# Workflow, File Organization



## Pure (May 4, 2010)

I've been noticing more and more lately that my organization is lacking.  I have files all over the place and no default style or system of organization for all of my photos.  

In short, this is my filing system as of now, however I would like to know how you guys organize your files on your laptop and how it works into your workflow.

Current Work Flow:

-Import to "Unsorted Folder"
-Do a quick deletion of any photos that are _clearly_ over/under exposed or have a poor composition beyond cropping.  
-More files into a proper folder where I feel it belongs
-Open LR and import photos [leave in current folder], and create a new catalog for the new event/folder.
-Edit photos in LR
-Export as TIFF to a Sub-folder in the photo's original folder called "TIFF"
-Edit in PS and save finished files in another folder called "JPEG" within the original folder.
-Print, upload, and enjoy!

Here is where I feel I need help:
-File naming and organization
-LR organization?  Is there a better way to include the edits, etc.?  Or is that pointless?  

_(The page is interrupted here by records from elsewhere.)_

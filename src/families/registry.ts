// The registry of families: one entry per family, looked up by the language at load time.

import type { Family } from './family.js';

const families = new Map<string, Family<any, any>>();

export function defineFamily<P, T extends import('../values/structured.js').Structured>(f: Family<P, T>): Family<P, T> {
  if (families.has(f.name)) throw new Error(`family ${f.name} registered twice`);
  families.set(f.name, f);
  return f;
}

export function getFamily(name: string): Family<any, any> | undefined {
  return families.get(name);
}

export function allFamilies(): Family<any, any>[] {
  return [...families.values()].sort((a, b) => a.name.localeCompare(b.name));
}
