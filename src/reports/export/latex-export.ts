// LaTeX exports: a snippet to paste into a paper (needs \usepackage{tikz}; it defines its own
// colours) or, with `document`, a whole .tex file that pdflatex compiles as it is.

import { TOOL_VERSION } from '../../version.js';
import { exprToLatex } from '../latex/math.js';
import { latexCode, latexText } from '../latex/text.js';
import { sceneToTikz, TIKZ_PREAMBLE } from '../render/tikz.js';
import type { CounterexampleModel, ShownValue } from './counterexample-model.js';
import type { NotebookEntry, NotebookModel } from './notebook-model.js';
import { EVIDENCE_NOTE } from './wording.js';

/** Past this length a value is shown as code, cut, rather than typeset (it would not fit a page). */
const MAX_MATH = 1500;

function valueMath(v: ShownValue): string {
  if (v.text.length > MAX_MATH) return `${latexCode(v.text.slice(0, MAX_MATH))}\\dots{} (${v.text.length - MAX_MATH} more characters)`;
  return `$${exprToLatex(v.text)}$`;
}

function shownValue(v: ShownValue): string {
  const math =
    v.text.length > MAX_MATH ? `$${exprToLatex(v.name)} =$ ${valueMath(v)}` : `$${exprToLatex(v.name)} = ${exprToLatex(v.text)}$`;
  const lines = [`\\item ${math}`];
  if (v.scene) {
    lines.push('', '\\smallskip', sceneToTikz(v.scene), '', `{\\footnotesize ${latexText(v.scene.caption)}}`);
  }
  return lines.join('\n');
}

export interface CoverageLines {
  exhaustive: string;
  sampled: string;
}

export function counterexampleLatex(m: CounterexampleModel, coverage: CoverageLines | null = null): string {
  const out = [
    `% Exported by hunch ${TOOL_VERSION}: the counterexample to ${m.id}. Needs \\usepackage{tikz, amssymb}.`,
    TIKZ_PREAMBLE,
    `\\paragraph{Counterexample to ${latexCode(m.id)}.} ${latexText(m.statement)}`,
    '\\begin{description}',
    `\\item[Claim] ${latexCode(m.claim)}`,
    `\\item[Expected] ${latexText(m.expect)}`,
    `\\item[Found by] ${latexText(m.found)}`,
    `\\item[Re-checked] ${latexText(m.recheck.text)}`,
  ];
  if (coverage) {
    out.push(`\\item[Verified] ${latexText(coverage.exhaustive)}`);
    out.push(`\\item[Sampled] ${latexText(coverage.sampled)} (evidence, not proof)`);
  }
  out.push('\\end{description}', '', '\\noindent\\textbf{The case.}', '\\begin{itemize}');
  for (const b of m.bindings) out.push(shownValue(b));
  out.push('\\end{itemize}');
  if (m.values.length) {
    out.push('\\noindent\\textbf{Its values.}', '\\begin{itemize}');
    for (const v of m.values) out.push(shownValue(v));
    out.push('\\end{itemize}');
  }
  if (m.sides) out.push(`\\noindent The two sides of the claim: $${exprToLatex(m.sides[0])}$ and $${exprToLatex(m.sides[1])}$.`, '');
  if (m.witnesses.length) {
    out.push('\\noindent\\textbf{Witnesses.}', '\\begin{itemize}');
    for (const w of m.witnesses)
      out.push(`\\item ${latexCode(w.at)} is decided by ${w.bindings ? latexText(w.bindings) : 'its element'}: ${latexCode(w.value)}`);
    out.push('\\end{itemize}');
  }
  out.push(`\\noindent Replay: ${latexCode(m.replay)}`);
  return out.join('\n') + '\n';
}

function statusRow(e: NotebookEntry): string {
  const latest = e.agrees === false ? `\\textbf{${latexText(e.latest)}}` : latexText(e.latest);
  return `${latexCode(e.id)} & ${latexText(e.expect)} & ${latest} & ${latexText(e.exhaustive)} & ${latexText(e.sampled)} \\\\`;
}

export function notebookLatex(n: NotebookModel): string {
  const out = [
    `% Exported by hunch ${TOOL_VERSION}: the state of ${n.title} on ${n.generatedAt}.`,
    `\\paragraph{${latexText(n.title)}.} ${latexText(EVIDENCE_NOTE)}`,
    '',
    '{\\small',
    '\\begin{tabular}{p{0.2\\linewidth}p{0.07\\linewidth}p{0.09\\linewidth}p{0.27\\linewidth}p{0.22\\linewidth}}',
    '\\hline',
    'conjecture & expect & latest & verified (exhaustive) & sampled (evidence) \\\\',
    '\\hline',
    ...n.entries.map(statusRow),
    '\\hline',
    '\\end{tabular}}',
  ];
  return out.join('\n') + '\n';
}

/** Wrap snippets in a document pdflatex compiles with only the base system and TikZ. */
export function latexDocument(title: string, bodies: readonly string[]): string {
  return [
    '\\documentclass[11pt]{article}',
    '\\usepackage{amsmath, amssymb}',
    '\\usepackage{tikz}',
    '\\setlength{\\parindent}{0pt}',
    '\\setlength{\\emergencystretch}{3em}',
    `\\title{${latexText(title)}}`,
    `\\date{exported by hunch ${TOOL_VERSION}}`,
    '\\begin{document}',
    '\\maketitle',
    ...bodies.flatMap((b) => [b, '\\bigskip']),
    '\\end{document}',
    '',
  ].join('\n');
}
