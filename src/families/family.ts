// What every combinatorial family provides (LIBRARY.md §1). A family is parameterised
// (permutations(n), avoiders(n, p), standardTableaux(lambda)); `prepare` turns the language's
// argument values into the family's own parameter object once per size, and everything else works
// on that.

import type * as fc from 'fast-check';
import type { Structured } from '../values/structured.js';
import type { ObjectKind, TypeName } from '../values/types.js';
import type { Value } from '../values/value.js';

export interface ParamSpec {
  name: string;
  type: TypeName;
  optional?: boolean;
  /** Takes all remaining arguments (avoiders(n, p1, p2, ...)). */
  rest?: boolean;
}

/** Visitor of an enumeration. Return true to stop early (any/all, budgets, interrupts). */
export type Visit<T> = (obj: T) => boolean | void;

export interface Family<P = unknown, T extends Structured = Structured> {
  /** The name used in the language: 'permutations'. */
  readonly name: string;
  readonly params: ParamSpec[];
  /** The kind of the objects, as in Structured.kind: 'permutation'. */
  readonly objectKind: ObjectKind;
  readonly signature: string;
  readonly description: string;
  readonly example: string;
  /** The published source its tests check it against (sequence number, book and page, paper). */
  readonly source: string;

  /** Check and normalise the arguments; throw (via fail) with a clear message when they are invalid. */
  prepare(args: readonly Value[]): P;
  /** The exact number of objects. */
  count(p: P): bigint;
  /**
   * Visit every object once, in a fixed order. The object handed to `visit` may be transient
   * (mutated in place afterwards; see Structured.transient). Returns true if `visit` stopped it.
   */
  enumerate(p: P, visit: Visit<T>): boolean;
  /**
   * Optional: visit only the objects with indices lo..hi-1 of `enumerate`'s order, in that
   * order, without walking the ones before (unranking). Parallel and sharded checks cut a size into
   * such ranges; a family without it is cut by enumerating from the start and skipping.
   */
  enumerateRange?(p: P, lo: bigint, hi: bigint, visit: Visit<T>): boolean;
  /** Whether a value is an object of this family with these parameters. */
  isMember(p: P, obj: Structured): boolean;
  /**
   * The simplicity order among objects of the same parameters (LIBRARY.md §1: the listed statistic,
   * then lexicographic). Negative when a is simpler. Must be a total order.
   */
  compare(a: T, b: T): number;

  // --- The sample phase: drawing at random and shrinking a failure. ---
  /** An exactly uniform fast-check arbitrary over the family at these parameters. */
  arbitrary(p: P): fc.Arbitrary<T>;
  /**
   * Candidate shrinks of obj, size-reducing ones first. Each is a strictly simpler member of the
   * family, possibly at smaller parameters (then `params` says which, and `size` the new size).
   */
  shrink(p: P, obj: T): Iterable<Shrunk<P, T>>;
}

export interface Shrunk<P, T> {
  /** The family parameters of the shrunk object (equal to the old ones when the size is unchanged). */
  params: P;
  /** The new value of the size argument, when it changed (permutations(n) shrunk to n-1). */
  size?: number;
  obj: T;
}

I feel like my lack of knowledge of LR and CS4 limit me sometimes, especially CS4.  I know that LR2 is the current one, however I've been trying out LR3b2 and I like that too.


Does anybody know a good program to rename files in a folder.  I want to rename a few thousand files, from DSC_2032.TIFF to sometime like Spring_Festival_DSC-2032.TIFF


----------



## MGriff240 (May 4, 2010)

Mine is as follows (I use a MacBook, Nikon D3000, and Gimp):
-Connect camera to computer.
-Open Nikon Transfer, Upload Files.
-Open all JPG files in Preview, delete poor shots.
-Open Gimp, start opening RAW files from Preview list.
-Touch up (usually not much), then save as Subject_Number.jpg

Now I have a backup folder with all of the original JPG's and RAW data from every upload, so I don't have to worry about saving the originals somewhere else. 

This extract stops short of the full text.